- Aim of the task: From the data that follows, print exactly the lines starting at the one containing "public SourceBench(int seed" and ending at the one containing "TimeSpan.FromMilliseconds(20), 4);"; include both of them and nothing more.

** Records provided follows **

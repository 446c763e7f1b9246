using ImpedanceScreen.Estimation;

namespace ImpedanceScreen.Reference;

/// <summary>A fit problem that can be kept on the heap, and how random ones are drawn.</summary>
internal sealed record FitCase(
    FitPoint[] Points, FitLoad[] Loads, double[] CommonOhm, int CommonCount, double MeterSiemens = 0,
    double ReturnVolt = 0, double ReturnUncertaintyVolt = 0, double OffsetUncertaintyVolt = 0,
    bool ReturnSharesOffset = false)
{
    public FitProblem Problem => new()
    {
        Points = Points,
        Loads = Loads,
        CommonOhm = CommonOhm,
        CommonCount = CommonCount,
        MeterSiemens = MeterSiemens,
        ReturnVolt = ReturnVolt,
        ReturnUncertaintyVolt = ReturnUncertaintyVolt,
        OffsetUncertaintyVolt = OffsetUncertaintyVolt,
        ReturnSharesOffset = ReturnSharesOffset,
    };

    /// <summary>
    /// Six points (unloaded first, five loads) of a source with load, certificate and offset errors drawn from what the
    /// case declares.
    /// </summary>
    public static FitCase Draw(Random random, double returnVolt = 0)
    {
        double vth = returnVolt == 0 ? 1 + (9 * random.NextDouble()) : (2 * random.NextDouble()) - 1;
        double rth = 10 * Math.Pow(10, 2 * random.NextDouble());
        double meter = 1e-7;
        double offset = 20e-6;
        double certificate = Normal(random);
        double shift = Normal(random) * offset;
        double rail = returnVolt == 0 ? 0 : 1e-4;
        double back = returnVolt + (rail * Normal(random));
        double[] ratios = [30, 12, 5, 2.5, 1.2];
        var loads = new FitLoad[ratios.Length];
        double[] common = new double[ratios.Length];
        var points = new FitPoint[ratios.Length + 1];
        double noise = 5e-6 * (1 + random.NextDouble());
        points[0] = new((vth / (1 + (rth * meter))) + shift + (noise * Normal(random)), noise, -1);
        for (int i = 0; i < ratios.Length; i++)
        {
            double stated = rth * ratios[i] * (0.9 + (0.2 * random.NextDouble()));
            loads[i] = new(stated, stated * 1e-4);
            common[i] = stated * 5e-5;
            double g = 1 / (stated + (loads[i].IndividualOhm * Normal(random)) + (common[i] * certificate));
            double volt = (vth + (rth * back * g)) / (1 + (rth * (g + meter)));
            points[i + 1] = new(volt + shift + (noise * Normal(random)), noise, i);
        }

        return new(points, loads, common, 1, meter, returnVolt, rail, offset, returnVolt != 0);
    }

    /// <summary>A standard normal deviate (Box and Muller, Annals of Mathematical Statistics 29, 1958).</summary>
    public static double Normal(Random random) =>
        Math.Sqrt(-2 * Math.Log(1 - random.NextDouble())) * Math.Cos(2 * Math.PI * random.NextDouble());
}
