using CsCheck;
using ImpedanceScreen.Estimation;
using ImpedanceScreen.Reference;

namespace ImpedanceScreen.Tests.Estimation;

/// <summary>The estimator against MathNet.Numerics 5.0.0's Levenberg-Marquardt on the same objective.</summary>
public sealed class ReferenceFitTests
{
    [Fact]
    public void Agrees_with_an_independent_minimiser_over_random_problems() =>
        Gen.Int[0, int.MaxValue - 1].Sample(
            seed => Compare(FitCase.Draw(new Random(seed), (seed & 1) * 5.0)), seed: "0N0XIzNsQ0O2", iter: 500,
                threads: 1);

    [Fact]
    public void Agrees_where_one_load_is_used_twice_and_errors_are_coarse()
    {
        for (int seed = 0; seed < 50; seed++)
        {
            FitCase drawn = FitCase.Draw(new Random(seed));
            FitPoint[] points = [.. drawn.Points, drawn.Points[^1]];
            FitPoint twice = points[^1];
            points[^1] = twice with { Volt = twice.Volt + (3 * twice.StandardUncertaintyVolt) };
            FitLoad[] coarse = [.. drawn.Loads.Select(load => load with { IndividualOhm = load.Ohm * 0.01 })];
            Compare(drawn with { Points = points, Loads = coarse });
        }
    }

    private static void Compare(FitCase drawn)
    {
        SourceFit fit = SourceFitter.Fit(drawn.Problem);
        Assert.True(fit.Converged);
        var reference = new ReferenceFit(drawn);
        var (volt, ohm, chiSquared, covariance) = reference.Fit(fit.SourceVoltageVolt * 1.001,
            fit.ResistanceOhm * 1.01);
        AssertClose(volt, fit.SourceVoltageVolt);
        AssertClose(ohm, fit.ResistanceOhm);
        AssertClose(chiSquared, fit.ChiSquared);
        AssertClose(covariance[0, 0], fit.VoltageVariance);
        AssertClose(covariance[1, 1], fit.ResistanceVariance);
        double scale = Math.Sqrt(fit.VoltageVariance * fit.ResistanceVariance);
        Assert.Equal(covariance[0, 1] / scale, fit.Covariance / scale, 1e-8);
        AssertClose(reference.PValue(chiSquared), fit.PValue);
    }

    private static void AssertClose(double expected, double actual) =>
        Assert.True(Math.Abs(expected - actual) <= 1e-8 * Math.Abs(expected), $"{expected:R} and {actual:R}");
}
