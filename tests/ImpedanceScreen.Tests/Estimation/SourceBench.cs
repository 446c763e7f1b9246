using ImpedanceScreen.Bench;
using ImpedanceScreen.Fixtures;
using ImpedanceScreen.Jobs;
using ImpedanceScreen.Limits;
using ImpedanceScreen.Planning;

namespace ImpedanceScreen.Reference;

/// <summary>A made-up job, and readings of a made-up source on it, drawn from what the job declares.</summary>
internal sealed class SourceBench
{
    public static readonly DateTimeOffset Start = new(2026, 3, 2, 8, 0, 0, TimeSpan.Zero);

    private readonly Random random;

    public SourceBench(int seed = 1) => random = new Random(seed);

    public static MeterRange Range { get; } = new(10, 30e-6, 50e-6, 8e-6, 60, 1e-6, 10e6, 0.01);

    public static StateJob Job(
        double vth = 5, double rth = 100, double rail = 0, Sensing sensing = Sensing.TwoWire, bool contact = false,
        double guard = 1, IReadOnlyList<QuantityLimit>? limits = null)
    {
        Load[] loads = [.. new double[] { 3300, 1000, 470, 220 }.Select((ohm, i) => MakeLoad($"L{ohm}", ohm, i))];
        var rule = new DecisionRule(guard);
        limits ??=
        [
            new(Quantity.SourceVoltage, vth - 0.05, vth + 0.05, rule, null),
            new(Quantity.InternalResistance, 0.95 * rth, 1.05 * rth, rule, null),
        ];
        double settled = Math.Max(0.2, Math.Abs(vth));
        var state = new DriveState(
            "on", null, new(vth, rth), new(vth - (0.1 * settled), vth + (0.1 * settled)), rail == 0 ? null : "rail",
            [.. loads.Select(load => load.Name)], limits, new(0.1, 1, TimeSpan.FromSeconds(5)),
            TimeSpan.FromMilliseconds(20), 4);
        var output = new FixtureOutput(
            "OUT1", new("k1", 0, null), new("k1", 1, null), "dmm", "bank", "a", sensing, new(0.2, 0.01),
            contact ? LoadCurrentProof.ContactReadback : LoadCurrentProof.ChangeFromUnloaded);
        var meter = new Meter(
            "dmm", "m", "id", TimeSpan.FromMilliseconds(20), 1, "M-1", new(2026, 1, 1), new(2027, 1, 1), [Range]);
        LoadReturn? back = rail == 0
            ? null
            : new("rail", new("k1", 2, null), new("k1", 3, null), "dmm", new(rail, 0.02), 0.5);
        return new(output, state, null, back, loads, meter, Range);
    }

    /// <summary>Draws one board on one bench, every declared term anew, and reads it as the plan asks.</summary>
    /// <param name="job">The job.</param>
    /// <param name="source">Voltage of the source at a load current.</param>
    /// <param name="fixedDraw">A bench that is drawn already.</param>
    public IReadOnlyList<LoadPointReadings> Read(StateJob job, Func<double, double> source, Draw? fixedDraw = null)
    {
        Draw draw = fixedDraw ?? Draw.From(job, random);
        var taken = new List<LoadPointReadings>();
        while (FixedPlan.Next(job, taken, 40) is PlanStep.Measure step)
        {
            double volt = step.Point.Sensed == Sensed.LoadReturn
                ? draw.ReturnVolt
                : Solve(source, draw, step.Point.Load is { } load ? draw.PathOhm[IndexOf(job,
                    load)] : double.PositiveInfinity);
            bool? proved = step.Point.Load is null || job.Output.LoadCurrentProof != LoadCurrentProof.ContactReadback
                ? null
                : true;
            taken.Add(new(step.Point, proved, [.. Enumerable.Range(0, step.Count).Select(_ => Reading(job, draw,
                volt))]));
        }

        return taken;
    }

    public IReadOnlyList<LoadPointReadings> Read(StateJob job, double vth, double rth) =>
        Read(job, ampere => vth - (rth * ampere));

    public static MeterReading Valid(double volt) =>
        new(volt.ToString("E6", System.Globalization.CultureInfo.InvariantCulture), ReadingCondition.Valid, volt,
            Start);

    private MeterReading Reading(StateJob job, Draw draw, double volt)
    {
        double shown = (volt * (1 + draw.Gain)) + draw.OffsetVolt + (draw.NoiseVolt * FitCase.Normal(random));
        return Valid(Math.Round(shown / job.Range.ResolutionVolt) * job.Range.ResolutionVolt);
    }

    // The voltage where source (behind the lead) and load line meet, by bisection: sources here never rise with
    // current.
    private static double Solve(Func<double, double> source, Draw draw, double pathOhm)
    {
        double low = -100;
        double high = 100;
        for (int i = 0; i < 200; i++)
        {
            double volt = 0.5 * (low + high);
            double ampere = ((volt - draw.ReturnVolt) / pathOhm) + (volt * draw.MeterSiemens);
            bool below = source(ampere) - (draw.LeadOhm * ampere) > volt;
            low = below ? volt : low;
            high = below ? high : volt;
        }

        return 0.5 * (low + high);
    }

    private static int IndexOf(StateJob job, Load load) => job.Loads.ToList().IndexOf(load);

    private static Load MakeLoad(string name, double ohm, int coil) => new(
        name, new("k2", (ushort)coil, null), ohm, ohm * 2e-4, 2, ohm * 6e-5, "C-7", new(2026, 1, 1), new(2027, 1, 1),
        15e-6, 23, 10e-6, 1, new(0.05, 0.005));
}

/// <summary>One bench and its errors, drawn from the declared distributions.</summary>
internal sealed record Draw(
    double[] PathOhm, double ReturnVolt, double LeadOhm, double MeterSiemens, double Gain, double OffsetVolt,
    double NoiseVolt)
{
    public const double TemperatureDegC = 26;

    public const double TemperatureUncertaintyDegC = 0.3;

    public static Draw From(StateJob job, Random random)
    {
        double Normal() => FitCase.Normal(random);
        double Flat() => (2 * random.NextDouble()) - 1;
        MeterRange range = job.Range;
        double certificate = Normal();
        double temperature = TemperatureDegC + (TemperatureUncertaintyDegC * Normal());
        double lead = job.Output.LeadOhm.Value + (job.Output.LeadOhm.StandardUncertainty * Normal());
        double[] paths = [.. job.Loads.Select(load =>
        {
            double common = load.CommonUncertaintyOhm ?? load.StandardUncertaintyOhm;
            double own = Math.Sqrt((load.StandardUncertaintyOhm * load.StandardUncertaintyOhm) - (common * common));
            double calibrated = load.ResistanceOhm + (common * certificate) + (own * Normal());
            double warmer = temperature - load.CalibrationTemperatureDegC;
            double branch = load.BranchOhm.Value + (load.BranchOhm.StandardUncertainty * Normal());
            double leadOhm = job.Output.Sensing == Sensing.Terminal ? lead : 0;
            return (calibrated * (1 + (load.TemperatureCoefficientPerKelvin * warmer))) + branch + leadOhm;
        })];

        // The pooled noise is an estimate with its degrees of freedom: the true one scatters about it.
        double chiSquared = Enumerable.Range(0, range.NoiseDegreesOfFreedom).Sum(_ => Math.Pow(Normal(), 2));
        return new(
            paths,
            job.LoadReturn?.VoltageVolt.Value ?? 0,
            job.Output.Sensing == Sensing.TwoWire ? lead : 0,
            (1 + (range.InputLimit * Flat())) / range.InputOhm,
            range.GainLimit * Flat(),
            range.OffsetLimitVolt * Flat(),
            range.NoiseVolt * Math.Sqrt(range.NoiseDegreesOfFreedom / chiSquared));
    }
}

** End of Records provided **

- Reply to the task:
    public SourceBench(int seed = 1) => random = new Random(seed);

    public static MeterRange Range { get; } = new(10, 30e-6, 50e-6, 8e-6, 60, 1e-6, 10e6, 0.01);

    public static StateJob Job(
        double vth = 5, double rth = 100, double rail = 0, Sensing sensing = Sensing.TwoWire, bool contact = false,
        double guard = 1, IReadOnlyList<QuantityLimit>? limits = null)
    {
        Load[] loads = [.. new double[] { 3300, 1000, 470, 220 }.Select((ohm, i) => MakeLoad($"L{ohm}", ohm, i))];
        var rule = new DecisionRule(guard);
        limits ??=
        [
            new(Quantity.SourceVoltage, vth - 0.05, vth + 0.05, rule, null),
            new(Quantity.InternalResistance, 0.95 * rth, 1.05 * rth, rule, null),
        ];
        double settled = Math.Max(0.2, Math.Abs(vth));
        var state = new DriveState(
            "on", null, new(vth, rth), new(vth - (0.1 * settled), vth + (0.1 * settled)), rail == 0 ? null : "rail",
            [.. loads.Select(load => load.Name)], limits, new(0.1, 1, TimeSpan.FromSeconds(5)),
            TimeSpan.FromMilliseconds(20), 4);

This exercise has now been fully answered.